Yes. So when referring to a place it is _овде сум студент _('I'm a student here'), _тука сум за тебе _('I'm here for you'). And the difference between these two is their implied distance from either the speaker or interlocutor. So when referring to a goal it is _дојди ваму_ ('come hither' or more commonly in spoken English 'come here').

—_Каде е Марија? _—_Онде._ ('Where's Marija?'. 'Yonder' ~ 'Over there').
—_Каде отиде Марија? _—_Онаму. _ ('Where did Marija go?'. 'Thither' ~ 'Over there').


----------



## cr00mz

It seems to be similar to the 3 different articles for nouns, or am I wrong?

Is there a 4h category, like "close to both interlocutor and speaker", Like "my friend is here" (standing next to me).


----------



## iobyo

That's right. The same –_в_–, –_т_– and –_н_– roots are here which come from the Proto-Slavic personal pronouns.

Yes, there used to be: the now-archaic –_с_– root as in _денес_, which deconstructed means 'this day'. Some extinct dialects like those in Albania also had it as a definite article. A speaker can be more precise when using either of the two 'close to' ones, so that's probably why it died out.


----------



## cr00mz

What if I stand 100 m away from the Eiffel tower, and pointing at it, "I will go there" is it "ќе одам таму"?

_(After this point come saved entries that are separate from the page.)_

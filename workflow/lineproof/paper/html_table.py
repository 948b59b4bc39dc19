"""Tables as HTML: a fragment for the report, and a document of its own."""

from __future__ import annotations

from collections.abc import Iterator
from html import escape
from pathlib import Path

from lineproof.paper.rounding import DASH
from lineproof.paper.specification import Cell, Panel, Row, Table
from lineproof.paper.symbols import SYMBOLS, Phrase, Symbol

TEMPLATES = Path(__file__).parent / "templates"
_LONG_LABEL = 26  # characters of a row's label that may be broken into lines
_KINDS = {"round": ' class="br"', "square": ' class="bs"'}


def phrase(parts: Phrase) -> str:
    """A phrase as HTML; a number in it carries its address."""
    return "".join(_part(part) for part in parts)


def _part(part: str | Symbol | Cell) -> str:
    if isinstance(part, str):
        return escape(part)
    if isinstance(part, Symbol):
        return part.html
    return f'<span class="n"{_source(part)}>{number(part)}</span>'


def number(cell: Cell) -> str:
    """A cell's text: with a proper minus sign, and an en dash if it is not defined."""
    if cell.text == DASH:
        return "–"
    opening, closing = cell.brackets
    text = escape(cell.text).replace("-", "−").replace("&lt;", "&lt;\N{NARROW NO-BREAK SPACE}")
    return f"{opening}{text}{closing}"


def _source(cell: Cell) -> str:
    """The address as a title, so that pointing at a number shows where it comes from."""
    if not cell.address:
        return ""
    column = "" if cell.column == "estimate" else f' data-column="{escape(cell.column)}"'
    return f' title="{escape(cell.address)}"{column}'


def fragment(table: Table) -> str:
    """The table with caption, panels and notes as one element; its ids derive from its name."""
    name = f"table-{table.name}"
    widths = _widths(table)
    panels = "".join(
        _panel(panel, f"{name}-{place}", widths)
        for place, panel in enumerate(table.panels, start=1)
    )
    notes = " ".join(phrase(note) for note in table.notes)
    return (
        f'<figure class="table" id="{escape(name)}">\n<figcaption id="{escape(name)}-0">'
        f"<b>Table {escape(table.number)}.</b> {phrase(table.title)}</figcaption>\n"
        f'{panels}<p class="notes">{notes}</p>\n</figure>\n'
    )


def document(table: Table) -> str:
    """A page with this table alone, which opens in a browser or a word processor."""
    style = (TEMPLATES / "table.css").read_text(encoding="utf-8")
    title = f"Table {table.number}"
    return (
        '<!DOCTYPE html>\n<html lang="en">\n<head>\n<meta charset="utf-8">\n'
        '<meta name="viewport" content="width=device-width, initial-scale=1">\n'
        f"<title>{escape(title)}</title>\n<style>\n{style}</style>\n</head>\n<body>\n"
        f"{fragment(table)}</body>\n</html>\n"
    )


def _widths(table: Table) -> list[int]:
    """Characters to keep for each column where all panels have the same ones, so that they line up; else none."""
    first, *others = table.panels or (None,)
    if not others or any((p.stubs, p.columns) != (first.stubs, first.columns) for p in others):
        return []
    rows = [row for panel in table.panels for row in panel.rows]
    labels = [
        max(min(each.length, _LONG_LABEL) * 3 // 4 for each in column)
        for column in zip(*(r.labels for r in rows), strict=True)
    ]
    cells = [
        max(len(each.text) + sum(map(len, each.brackets)) for each in column)
        for column in zip(*(r.cells for r in rows), strict=True)
    ]
    return [*labels, *cells]


def _panel(panel: Panel, name: str, widths: list[int]) -> str:
    name = escape(name)
    caption = f"{name.rsplit('-', 1)[0]}-0"
    title = f'<p class="panel" id="{name}">{phrase(panel.title)}</p>\n' if panel.title else ""
    labelled = f"{caption} {name}" if panel.title else caption
    rows = "".join(_row(row) for row in panel.rows)
    columns = len(panel.columns)
    kept = "".join(
        f'<col style="width:calc({width}ch + {0.7 if columns > 9 else 1.0}rem)">'
        for width in widths
    )
    kept = f"<colgroup>{kept}</colgroup>\n" if kept else ""
    kind = "scroll slim" if columns < 3 else "scroll wide" if columns > 9 else "scroll"
    return (
        f'{title}<div class="{kind}" tabindex="0" role="region" aria-labelledby="{labelled}">\n'
        f"<table>\n{kept}<thead>\n{''.join(_head(panel))}</thead>\n<tbody>\n{rows}</tbody>\n</table>\n</div>\n"
    )


def _head(panel: Panel) -> Iterator[str]:
    stubs = len(panel.stubs)
    if any(column.spanner for column in panel.columns):
        spans = "".join(
            f'<th colspan="{width}" scope="colgroup"><span>{phrase(spanner)}</span></th>'
            if spanner
            else f'<td colspan="{width}"></td>'
            for spanner, width in panel.spans()
        )
        yield f'<tr class="spans"><td colspan="{stubs}"></td>{spans}</tr>\n'
    headings = "".join(
        f'<th scope="col" class="stub">{phrase(stub)}</th>' if stub else "<td></td>"
        for stub in panel.stubs
    )
    headings += "".join(
        f'<th scope="col"{_long(each.heading, 14)}>{phrase(each.heading)}</th>'
        for each in panel.columns
    )
    yield f'<tr class="heads">{headings}</tr>\n'


def _long(label: Phrase, most: int) -> str:
    """Longer text than `most` characters may be broken into lines."""
    return ' class="long"' if label.length > most else ""


def _label(label: Phrase) -> str:
    """The classes of a row's label: one that is set in keeps its indent on every line."""
    under = ["under"] if label[0] is SYMBOLS["indent"] else []
    classes = " ".join([*(["long"] if label.length > _LONG_LABEL else []), *under])
    return f' class="{classes}"' if classes else ""


def _row(row: Row) -> str:
    labels = "".join(
        f'<th scope="row"{_label(label)}>{phrase(label)}</th>'
        if label
        else '<td class="stub"></td>'
        for label in row.labels
    )
    cells = "".join(
        f"<td{_KINDS.get(cell.kind, '')}{_source(cell)}>{number(cell)}</td>" for cell in row.cells
    )
    gap = ' class="gap"' if row.gap else ""
    return f"<tr{gap}>{labels}{cells}</tr>\n"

Also about your Marija example, when you say *onde*, you dont see her? Like she is "over there" (behind the building)


----------



## iobyo

cr00mz said:


> What if I stand 100 m away from the Eiffel tower, and pointing at it, "I will go there" is it "ќе одам таму"?



If you were to say it to yourself (in your head), yes. You cannot specify distance from or proximity to an interlocutor, so you must use _таму_.



cr00mz said:


> Also about your Marija example, when you say *onde*, you dont see her? Like she is "over there" (behind the building)



Not necessarily, but that usually is the case. _Онде_, strictly speaking, is a location at which both the speaker and interlocutor are not at.


----------



## cr00mz

OK, that makes sense, thanks for the help.


----------



## cr00mz

another question came up, @iboyo you mentioned the part about saying to yourself in your head. If you are with a friend (standing next to you) and you point towards the Eiffel tower. Would tamu not work there?


----------